* _TASK TO COMPLETE_
From the listing below, copy only the lines from the line that contains "filename demo/make_disc_galaxy.py" to the line that contains "of the random", counting those two lines as part of the copy.

*** Begin section ***

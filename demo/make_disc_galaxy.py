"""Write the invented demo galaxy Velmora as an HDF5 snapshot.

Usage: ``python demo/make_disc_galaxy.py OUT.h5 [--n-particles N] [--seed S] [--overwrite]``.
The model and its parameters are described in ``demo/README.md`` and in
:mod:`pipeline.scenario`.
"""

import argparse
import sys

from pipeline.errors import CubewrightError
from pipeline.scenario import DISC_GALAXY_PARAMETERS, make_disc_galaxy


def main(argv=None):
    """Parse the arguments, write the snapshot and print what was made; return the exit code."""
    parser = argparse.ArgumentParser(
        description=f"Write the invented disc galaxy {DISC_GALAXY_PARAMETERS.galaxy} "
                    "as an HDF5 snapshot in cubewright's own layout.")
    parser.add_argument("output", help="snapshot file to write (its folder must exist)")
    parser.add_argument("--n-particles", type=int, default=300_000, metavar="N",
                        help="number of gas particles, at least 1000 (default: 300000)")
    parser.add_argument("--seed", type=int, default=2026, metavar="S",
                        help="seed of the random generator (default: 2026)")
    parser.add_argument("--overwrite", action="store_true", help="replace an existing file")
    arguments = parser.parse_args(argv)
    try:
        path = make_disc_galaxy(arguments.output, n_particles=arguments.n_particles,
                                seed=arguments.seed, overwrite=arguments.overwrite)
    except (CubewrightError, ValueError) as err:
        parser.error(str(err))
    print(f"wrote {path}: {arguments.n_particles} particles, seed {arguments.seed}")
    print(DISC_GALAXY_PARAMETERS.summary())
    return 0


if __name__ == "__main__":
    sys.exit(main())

*** End section ***
*** Begin section ***

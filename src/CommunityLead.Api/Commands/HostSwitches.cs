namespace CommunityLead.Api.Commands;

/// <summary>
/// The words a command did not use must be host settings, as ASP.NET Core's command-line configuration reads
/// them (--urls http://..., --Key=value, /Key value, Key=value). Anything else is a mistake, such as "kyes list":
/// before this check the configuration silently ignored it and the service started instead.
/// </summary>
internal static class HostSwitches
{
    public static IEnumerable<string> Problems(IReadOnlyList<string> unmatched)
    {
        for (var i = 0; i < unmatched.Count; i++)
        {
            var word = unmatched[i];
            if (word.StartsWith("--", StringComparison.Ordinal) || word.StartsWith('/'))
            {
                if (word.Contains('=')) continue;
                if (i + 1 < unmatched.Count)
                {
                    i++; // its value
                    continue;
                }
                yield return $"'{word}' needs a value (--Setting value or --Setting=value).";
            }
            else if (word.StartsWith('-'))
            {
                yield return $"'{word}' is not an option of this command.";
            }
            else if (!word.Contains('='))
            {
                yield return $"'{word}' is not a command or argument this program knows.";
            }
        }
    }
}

*** End section ***
*** Begin section ***

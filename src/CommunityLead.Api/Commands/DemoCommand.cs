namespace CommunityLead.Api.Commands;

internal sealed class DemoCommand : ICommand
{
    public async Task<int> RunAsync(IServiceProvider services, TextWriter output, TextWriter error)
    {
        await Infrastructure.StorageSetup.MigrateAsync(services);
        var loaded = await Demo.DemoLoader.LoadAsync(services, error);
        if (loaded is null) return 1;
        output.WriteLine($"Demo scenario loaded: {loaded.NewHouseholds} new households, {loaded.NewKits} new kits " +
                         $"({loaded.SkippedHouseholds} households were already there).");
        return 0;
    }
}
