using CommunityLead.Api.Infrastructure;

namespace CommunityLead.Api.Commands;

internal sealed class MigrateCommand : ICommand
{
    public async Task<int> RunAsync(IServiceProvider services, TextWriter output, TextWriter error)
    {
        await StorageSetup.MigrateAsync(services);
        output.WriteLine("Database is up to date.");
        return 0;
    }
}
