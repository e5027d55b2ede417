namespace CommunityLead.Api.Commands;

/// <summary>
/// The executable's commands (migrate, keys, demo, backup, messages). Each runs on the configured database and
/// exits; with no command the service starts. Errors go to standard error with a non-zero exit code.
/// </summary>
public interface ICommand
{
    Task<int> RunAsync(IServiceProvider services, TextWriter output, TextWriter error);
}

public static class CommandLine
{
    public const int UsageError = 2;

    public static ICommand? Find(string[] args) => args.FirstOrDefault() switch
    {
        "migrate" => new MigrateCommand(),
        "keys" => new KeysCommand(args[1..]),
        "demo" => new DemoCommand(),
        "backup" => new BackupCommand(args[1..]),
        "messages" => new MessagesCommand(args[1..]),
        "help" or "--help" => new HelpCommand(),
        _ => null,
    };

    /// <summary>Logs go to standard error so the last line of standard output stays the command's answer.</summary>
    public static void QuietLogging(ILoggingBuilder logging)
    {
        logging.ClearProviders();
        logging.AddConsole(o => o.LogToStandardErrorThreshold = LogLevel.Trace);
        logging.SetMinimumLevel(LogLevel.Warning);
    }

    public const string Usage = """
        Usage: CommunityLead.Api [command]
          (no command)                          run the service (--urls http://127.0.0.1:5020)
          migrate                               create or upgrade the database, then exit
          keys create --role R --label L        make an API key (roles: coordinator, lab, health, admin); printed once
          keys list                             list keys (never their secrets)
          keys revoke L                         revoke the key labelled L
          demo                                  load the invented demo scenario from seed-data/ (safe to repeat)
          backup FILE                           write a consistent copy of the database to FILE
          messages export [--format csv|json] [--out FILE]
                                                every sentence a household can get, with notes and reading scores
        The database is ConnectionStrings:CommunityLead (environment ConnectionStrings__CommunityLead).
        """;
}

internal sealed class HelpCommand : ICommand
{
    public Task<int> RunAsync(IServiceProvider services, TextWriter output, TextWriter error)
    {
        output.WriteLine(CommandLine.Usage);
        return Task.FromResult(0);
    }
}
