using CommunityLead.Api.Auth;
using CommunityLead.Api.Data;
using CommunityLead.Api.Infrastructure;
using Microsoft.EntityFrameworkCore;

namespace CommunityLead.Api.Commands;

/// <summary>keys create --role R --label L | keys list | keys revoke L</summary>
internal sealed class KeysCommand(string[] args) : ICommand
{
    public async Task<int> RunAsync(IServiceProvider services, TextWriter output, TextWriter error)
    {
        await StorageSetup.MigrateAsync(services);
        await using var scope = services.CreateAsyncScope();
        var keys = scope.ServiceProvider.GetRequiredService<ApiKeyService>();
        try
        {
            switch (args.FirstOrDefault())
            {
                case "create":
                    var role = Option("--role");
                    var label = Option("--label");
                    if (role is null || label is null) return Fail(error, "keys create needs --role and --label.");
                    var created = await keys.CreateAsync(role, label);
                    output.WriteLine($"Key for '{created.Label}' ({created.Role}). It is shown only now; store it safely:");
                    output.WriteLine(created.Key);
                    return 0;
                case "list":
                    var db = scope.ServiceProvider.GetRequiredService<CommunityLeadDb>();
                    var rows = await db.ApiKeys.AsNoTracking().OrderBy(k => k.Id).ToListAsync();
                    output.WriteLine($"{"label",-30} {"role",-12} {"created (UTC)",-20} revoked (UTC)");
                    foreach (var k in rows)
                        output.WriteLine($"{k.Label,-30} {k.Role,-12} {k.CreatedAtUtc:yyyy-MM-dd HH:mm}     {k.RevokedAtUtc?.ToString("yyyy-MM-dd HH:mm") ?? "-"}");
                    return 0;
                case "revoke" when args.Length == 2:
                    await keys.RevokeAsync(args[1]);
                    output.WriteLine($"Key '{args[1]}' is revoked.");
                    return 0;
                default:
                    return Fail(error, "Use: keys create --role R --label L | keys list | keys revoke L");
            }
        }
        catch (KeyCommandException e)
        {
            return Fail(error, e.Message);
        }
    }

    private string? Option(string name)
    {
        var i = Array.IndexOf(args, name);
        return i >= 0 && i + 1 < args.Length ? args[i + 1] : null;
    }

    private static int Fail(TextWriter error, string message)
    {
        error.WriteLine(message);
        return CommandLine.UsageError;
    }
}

*** End section ***

* _TASK RESPONSE_
filename demo/make_disc_galaxy.py
"""Write the invented demo galaxy Velmora as an HDF5 snapshot.

Usage: ``python demo/make_disc_galaxy.py OUT.h5 [--n-particles N] [--seed S] [--overwrite]``.
The model and its parameters are described in ``demo/README.md`` and in
:mod:`pipeline.scenario`.
"""

import argparse
import sys

from pipeline.errors import CubewrightError
from pipeline.scenario import DISC_GALAXY_PARAMETERS, make_disc_galaxy


def main(argv=None):
    """Parse the arguments, write the snapshot and print what was made; return the exit code."""
    parser = argparse.ArgumentParser(
        description=f"Write the invented disc galaxy {DISC_GALAXY_PARAMETERS.galaxy} "
                    "as an HDF5 snapshot in cubewright's own layout.")
    parser.add_argument("output", help="snapshot file to write (its folder must exist)")
    parser.add_argument("--n-particles", type=int, default=300_000, metavar="N",
                        help="number of gas particles, at least 1000 (default: 300000)")
    parser.add_argument("--seed", type=int, default=2026, metavar="S",
                        help="seed of the random generator (default: 2026)")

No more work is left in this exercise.